The so-called "institutional second curve" represents a change in the nature of demand, providing a real demand source for the valuation logic of "security settlement layer + currency attributes," driving ETH from a speculation-driven asset to a foundational asset that simultaneously carries allocative and functional demands.

Conclusion: Value Anchoring in the Darkest Hour

In the past week, the industry has undergone drastic deleveraging, with market sentiment dropping to freezing temperatures; this is undoubtedly the "darkest hour" of the crypto world. Pessimism is spreading among practitioners, and as the asset most representative of the spirit of crypto, Ethereum is also at the eye of the storm of controversy.

However, as rational observers, we need to penetrate through the fog of panic: what Ethereum is currently experiencing is not a "collapse of value," but a profound "shift in pricing anchors." As L1 expansion directly proceeds, L2 is redefined as a spectrum of networks with different trust levels, and protocol income actively gives way to system security and neutrality, the pricing logic of ETH has structurally shifted to "security settlement layer + native currency attributes."

In a backdrop of high macro real interest rates, liquidity not yet loosened, and on-chain growth options not yet allowed to be priced by the market, ETH's price naturally converges to a structurally valued range supported by settlement certainty, verifiable yields, and institutional consensus.
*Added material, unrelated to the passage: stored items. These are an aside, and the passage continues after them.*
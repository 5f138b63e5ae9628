/**
 * The top of the version page from the hand-made fixtures: the verdict's sentences, which
 * datasets stand out, the overview table's shape. Numbers are the fixture's, rounded by hand.
 */
import { describe, expect, it } from 'vitest';
import { findingKinds, inSentence, overviewModel, standOut, verdictSentences } from '../../src/report/site-overview.ts';
import { activityFixture, weightsFixture } from '../fixtures/audit-result.ts';

describe('verdictSentences', () => {
  it('activity fixture: datasets, months, groups, ranges, findings that affect numbers', () => {
    const text = verdictSentences(activityFixture()).join(' ');
    // Fixture: rig-a-2024-01 and rig-a-2024-02, group "rig A"; population sparseness 0.4948… → 0.495
    // and 0.5290 → 0.529; lifetime 0.6921 → 0.692 and 0.7272 → 0.727.
    expect(text).toContain('2 datasets over 2 months (2024-01 to 2024-02), in 1 group (rig A).');
    expect(text).toContain('population sparseness ranged from 0.495 to 0.529, lifetime sparseness ranged from 0.692 to 0.727');
    // exclude and caution findings count; the notice (few units) does not.
    expect(text).toContain('Findings that can affect numbers: silent bins (rig-a-2024-01); silent units (rig-a-2024-01); session join (rig-a-2024-02).');
    expect(text).not.toContain('few units');
  });

  it('months where two groups differ: only differences whose interval excludes zero, headline measures only', () => {
    const r = activityFixture();
    r.drift!.groupDifferences = [
      { measure: 'population_sparseness', month: '2024-01', a: 'rig A', b: 'rig B', difference: 0.01, interval: [-0.01, 0.03] },
      { measure: 'population_sparseness', month: '2024-02', a: 'rig A', b: 'rig B', difference: 0.05, interval: [0.02, 0.08] },
      { measure: 'gini', month: '2024-02', a: 'rig A', b: 'rig B', difference: 0.05, interval: [0.02, 0.08] },
    ];
    const text = verdictSentences(r).join(' ');
    expect(text).toContain('Groups measured in the same month differed, with a difference interval excluding zero: population sparseness (rig A − rig B) in 2024-02.');
    expect(text).not.toContain('2024-01.');
    expect(text).not.toMatch(/Gini index \(rig A/);
  });

  it('weights fixture: names of people keep their capitals', () => {
    expect(inSentence('Hoyer sparseness')).toBe('Hoyer sparseness');
    expect(inSentence('Population sparseness')).toBe('population sparseness');
    expect(verdictSentences(weightsFixture())[0]).toMatch(/^1 weight dataset/);
  });
});

describe('standOut', () => {
  it('names a dataset whose interval lies above every other one, and none when intervals overlap', () => {
    const r = activityFixture();
    const third = structuredClone(r.datasets[1]!);
    third.id = 'rig-a-2024-03';
    r.datasets.push(third);
    // Population sparseness intervals: [0.471, 0.518] and [0.500, 0.558] twice: all overlap.
    expect(standOut(r, 'population_sparseness')).toEqual([]);
    third.measures.population_sparseness!.interval = [0.6, 0.7];
    expect(standOut(r, 'population_sparseness')).toEqual([{ id: 'rig-a-2024-03', side: 'above' }]);
    expect(verdictSentences(r).join(' ')).toContain('Outside every other dataset’s interval: rig-a-2024-03 (population sparseness, above all others).');
  });
});

describe('overviewModel and findingKinds', () => {
  it('weights without months: one unlabelled group, no intervals said so', () => {
    const o = overviewModel(weightsFixture(), (id) => `datasets/${id}/index.html`);
    expect(o.groups.map((g) => g.label)).toEqual(['']);
    expect(o.hasIntervals).toBe(false);
    expect(o.columns.find((c) => c.key === 'density')!.interval).toBe('none (every weight was read: no sampling interval)');
  });

  it('kinds of finding: level order, then the number of datasets', () => {
    const kinds = findingKinds(activityFixture(), () => '');
    expect(kinds.map((k) => k.level)).toEqual(['exclude', 'exclude', 'caution', 'notice']);
    expect(kinds[0]!.kind).toBe('silent bins');
    expect(kinds[0]!.count).toBe('36');
  });
});
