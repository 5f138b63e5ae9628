/**
 * A chart too large to inline (more than INLINE_CHART_MAX characters of SVG and spec) does not
 * make its page large: the page shows the figure file as an image and loads the spec from a
 * script beside it. The chart here is made large on purpose: a line of 40,000 points.
 */
import { existsSync, readFileSync, statSync } from 'node:fs';
import { mkdtemp, rm } from 'node:fs/promises';
import { tmpdir } from 'node:os';
import { join } from 'node:path';
import { runInNewContext } from 'node:vm';
import { afterAll, beforeAll, describe, expect, it } from 'vitest';
import { buildCharts, compileToVega } from '../../src/charts/index.ts';
import { INLINE_CHART_MAX } from '../../src/report/site-charts.ts';
import { renderVersion } from '../../src/report/site.ts';
import type { ChartSpec } from '../../src/types.ts';
import { activityFixture } from '../fixtures/audit-result.ts';

let tmp = '';
const r = activityFixture();
const dsId = r.datasets[0]!.id;

function bigChart(): ChartSpec {
  const values = Array.from({ length: 40_000 }, (_, i) => ({ bin: i, value: Math.sin(i / 50) }));
  const rects = Array.from({ length: 4_000 }, (_, i) => `<rect x="${i % 400}" y="${Math.floor(i / 400)}" width="1" height="1"/>`).join('');
  return {
    id: `${dsId}--big`,
    title: 'A large chart',
    description: 'Forty thousand points.',
    datasetId: dsId,
    spec: { $schema: 'https://vega.github.io/schema/vega-lite/v6.json', data: { values }, mark: 'line', encoding: { x: { field: 'bin', type: 'quantitative' }, y: { field: 'value', type: 'quantitative' } } },
    svg: `<svg xmlns="http://www.w3.org/2000/svg" width="400" height="10">${rects}</svg>`,
  };
}

beforeAll(async () => {
  tmp = await mkdtemp(join(tmpdir(), 'lacuna-heavy-'));
  const charts = [...buildCharts(r).map((c) => ({ ...c, svg: '<svg xmlns="http://www.w3.org/2000/svg"></svg>' })), bigChart()];
  await renderVersion({ result: r, charts, comparison: null, versions: [] }, join(tmp, 'v'));
});

afterAll(async () => {
  if (tmp) await rm(tmp, { recursive: true, force: true });
});

describe('a chart too large to inline', () => {
  it('is larger than the inline limit (so the test means something)', () => {
    expect(JSON.stringify(compileToVega(bigChart().spec)).length).toBeGreaterThan(INLINE_CHART_MAX);
  });

  it('leaves its page small: the SVG file as an image, the spec in a script beside it that yields the compiled spec', () => {
    const page = join(tmp, 'v', 'datasets', dsId, 'index.html');
    const html = readFileSync(page, 'utf8');
    expect(statSync(page).size).toBeLessThan(INLINE_CHART_MAX);
    expect(html).toContain(`<img class="chart-img" src="../../figures/${dsId}--big.svg" alt="">`);
    expect(html).toContain(`<script src="../../figures/${dsId}--big.spec.js"></script>`);
    expect(html).toContain(`data-vega-spec="fig-${dsId}--big-spec"`);
    const script = join(tmp, 'v', 'figures', `${dsId}--big.spec.js`);
    expect(existsSync(script)).toBe(true);
    const text = readFileSync(script, 'utf8');
    expect(text.includes('<')).toBe(false);
    // Run it as a browser would (a fresh context with only `window`): it sets the spec by holder id.
    const window: { lacunaSpecs?: Record<string, unknown> } = {};
    runInNewContext(text, { window });
    expect(window.lacunaSpecs![`fig-${dsId}--big-spec`]).toEqual(JSON.parse(JSON.stringify(compileToVega(bigChart().spec, { logger: { warn() {} } }))));
    // Ordinary charts stay inline.
    expect(html).toContain('<script type="application/json" id="fig-');
  });
});
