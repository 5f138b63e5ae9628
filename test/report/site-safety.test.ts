/**
 * Nothing from a result can run in a report page: titles, ids, notes, paths and finding
 * messages are escaped; inline JSON cannot close its `<script>`; only plain SVG is inlined.
 * Attack strings: the OWASP XSS Filter Evasion Cheat Sheet forms (`<script>`, `onerror=`,
 * `javascript:` links) and the HTML Living Standard's script-data end-tag rule (`</script>`
 * ends a script element wherever it appears, so JSON inside must not contain `<`).
 */
import { readFileSync, readdirSync, statSync } from 'node:fs';
import { mkdtemp, rm } from 'node:fs/promises';
import { tmpdir } from 'node:os';
import { join } from 'node:path';
import { afterAll, beforeAll, describe, expect, it } from 'vitest';
import { buildCharts, renderChartSvgs } from '../../src/charts/index.ts';
import { safeSvg, scriptJson } from '../../src/report/site-charts.ts';
import { renderAuditIndex, renderSiteIndex, renderVersion } from '../../src/report/site.ts';
import type { AuditResult } from '../../src/types.ts';
import { activityFixture } from '../fixtures/audit-result.ts';

const XSS = '<script>alert(1)</script>';

function hostile(): AuditResult {
  const r = activityFixture();
  r.title = `Rig ${XSS} "quoted" & 'single'`;
  r.audit = `a${XSS}`;
  r.notes = `Notes ${XSS}\n\n[x](javascript:alert(1)) <img src=x onerror=alert(1)> {{ 7*7 }} {% raw %}`;
  r.tool.commit = `"><script>alert(1)</script>`;
  const ds = r.datasets[0];
  ds.id = `<img src=x onerror=alert(1)>`;
  ds.findings[0].message = `bad ${XSS}`;
  ds.findings[0].where = [`</code>${XSS}`];
  ds.files[0].path = `data/"><svg onload=alert(1)>.npy`;
  r.inputs[0].path = ds.files[0].path;
  r.parameters.bootstrap = { seed: XSS };
  ds.measures.population_sparseness!.summary = `</td>${XSS}`;
  return r;
}

function walk(dir: string): string[] {
  return readdirSync(dir).flatMap((name) => (statSync(join(dir, name)).isDirectory() ? walk(join(dir, name)) : [join(dir, name)]));
}

let tmp = '';
let pages: { file: string; html: string }[] = [];

beforeAll(async () => {
  tmp = await mkdtemp(join(tmpdir(), 'lacuna-safety-'));
  const r = hostile();
  const charts = await renderChartSvgs(buildCharts(r));
  const versions = [{ version: r.version, created: r.created, inputsHash: 'x', changes: `changed ${XSS}` }];
  const comparison = {
    audit: r.audit,
    from: `v0${XSS}`,
    to: r.version,
    inputs: [{ path: `p${XSS}`, change: 'changed' as const }],
    parameters: [{ name: `n${XSS}`, from: XSS, to: { a: XSS } }],
    datasets: [{ id: ds0(r), change: 'changed' as const, measures: [] }],
    summary: `s ${XSS}`,
  };
  await renderVersion({ result: r, charts, comparison, versions }, join(tmp, 'out', 'audit', 'v'));
  await renderAuditIndex({ audit: r.audit, title: r.title, versions, latest: `..${XSS}` }, join(tmp, 'out', 'audit'));
  await renderSiteIndex([{ audit: r.audit, title: r.title, latest: r.version, created: r.created, datasets: 2, findings: { exclude: 1, caution: 0, notice: 0 } }], join(tmp, 'out'));
  pages = walk(join(tmp, 'out'))
    .filter((f) => f.endsWith('.html'))
    .map((file) => ({ file, html: readFileSync(file, 'utf8') }));
});

function ds0(r: AuditResult) {
  return r.datasets[0].id;
}

afterAll(async () => {
  if (tmp) await rm(tmp, { recursive: true, force: true });
});

describe('hostile strings in a result render as inert text', () => {
  it('wrote every page (report, a page per dataset, drift, compare, audit index, latest, site index)', () => {
    const files = pages.map((p) => p.file.slice(tmp.length)).sort();
    const datasetPages = files.filter((f) => f.startsWith('/out/audit/v/datasets/'));
    // One page per dataset, each in a folder named by a slug of the (hostile) id: letters, digits, . _ - only.
    expect(datasetPages.length).toBe(hostile().datasets.length);
    for (const f of datasetPages) expect(f).toMatch(/^\/out\/audit\/v\/datasets\/[A-Za-z0-9._-]+\/index\.html$/);
    expect(files.filter((f) => !datasetPages.includes(f))).toEqual(
      ['/out/audit/index.html', '/out/audit/latest/index.html', '/out/audit/v/compare.html', '/out/audit/v/drift.html', '/out/audit/v/index.html', '/out/index.html'].sort(),
    );
  });

  it('no injected element, handler or javascript: address on any page', () => {
    for (const { file, html } of pages) {
      expect(html.includes('<script>alert'), file).toBe(false);
      expect(/<img[\s>]/i.test(html), file).toBe(false);
      expect(/<svg[^>]*\sonload=/i.test(html), file).toBe(false);
      expect(/href\s*=\s*["']?\s*javascript:/i.test(html), file).toBe(false);
      // Event handler attributes: look inside real tags only, with quoted values removed (escaped
      // text such as `&lt;img onerror=…&gt;` is inert and must not count).
      const tags = html.replace(/<script type="application\/json"[\s\S]*?<\/script>/g, '').match(/<[a-zA-Z][^>]*>/g) ?? [];
      const handlers = tags.filter((t) => /\son[a-z]+\s*=/i.test(t.replace(/"[^"]*"/g, '""')));
      expect(handlers, file).toEqual([]);
      // Every <script> is either one of our two files or inert JSON.
      for (const m of html.matchAll(/<script([^>]*)>/g)) expect(m[1], file).toMatch(/^ (src="(\.\.\/)*assets\/(vega\.min|lacuna-charts)\.js"|type="application\/json" id="[^"]+")$/);
    }
  });

  it('the text is still there, escaped', () => {
    const report = pages.find((p) => p.file.endsWith('/v/index.html'))!.html;
    expect(report).toContain('Rig &lt;script&gt;alert(1)&lt;/script&gt; &quot;quoted&quot; &amp; &#39;single&#39;');
    expect(report).toContain('&lt;img src=x onerror=alert(1)&gt;');
    expect(report).toContain('bad &lt;script&gt;alert(1)&lt;/script&gt;');
    // Notes are markdown, not a template: the braces come through unchanged (no "49").
    expect(report).toContain('{{ 7*7 }} {% raw %}');
    expect(report).toContain('[x](javascript:alert(1))');
  });

  it('inline JSON blocks hold no "<" at all, and parse back to the compiled spec', () => {
    const report = pages.filter((p) => p.file.includes('/v/datasets/')).map((p) => p.html).join('\n');
    const blocks = [...report.matchAll(/<script type="application\/json" id="[^"]+">([\s\S]*?)<\/script>/g)].map((m) => m[1]);
    expect(blocks.length).toBeGreaterThan(3);
    for (const b of blocks) {
      expect(b.includes('<')).toBe(false);
      expect(() => JSON.parse(b)).not.toThrow();
    }
    // The hostile dataset id reaches the chart titles, escaped as \u003c inside the JSON.
    expect(blocks.some((b) => b.includes('\\u003cimg src=x onerror=alert(1)\\u003e'))).toBe(true);
  });
});

describe('scriptJson', () => {
  it('round-trips and never contains <, >, & or the JS line separators', () => {
    const value = { a: '</script><!-- x -->', b: '\u2028\u2029', c: [1.5, null, 'a&b'] };
    const text = scriptJson(value);
    expect(/[<>&\u2028\u2029]/.test(text)).toBe(false);
    expect(JSON.parse(text)).toEqual(value);
  });
});

describe('safeSvg', () => {
  it('accepts what Vega draws', async () => {
    const [chart] = await renderChartSvgs(buildCharts(activityFixture()).slice(0, 1));
    expect(chart.svg).toBeTruthy();
    expect(safeSvg(chart.svg)).toBe(chart.svg!.trim());
  });

  it.each([
    ['a script element', '<svg><script>alert(1)</script></svg>'],
    ['an event handler', '<svg onload="alert(1)"></svg>'],
    ['a handler on a child', '<svg><rect onmouseover="x()"/></svg>'],
    ['foreign HTML', '<svg><foreignObject><div>x</div></foreignObject></svg>'],
    ['an external image', '<svg><image href="https://t.example/p.png"/></svg>'],
    ['a javascript: link', '<svg><a href="javascript:alert(1)"><text>x</text></a></svg>'],
    ['an external url() fill', '<svg><rect style="fill:url(https://t.example/#g)"/></svg>'],
    ['two documents', '<svg></svg><script>alert(1)</script><svg></svg>'],
    ['not SVG', '<div>x</div>'],
  ])('refuses %s', (_what, svg) => {
    expect(safeSvg(svg)).toBeNull();
  });
});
This range is not an emotional bottom; rather, it is the value center after stripping away platform growth premiums.

As long-term builders of the Ethereum ecosystem, we refuse to be "blind bulls" for ETH. We hope to cautiously argue our predictions, relying on rigorous logical frameworks: only when macro liquidity, risk appetite, and network effects simultaneously meet the trigger conditions of market states will higher valuations be reassessed by the market.

Therefore, for long-term investors, the key question now is no longer anxiously asking, "Can Ethereum still rise?" but to clearly recognize - under the current environment, what layer of core value are we buying at "floor price"?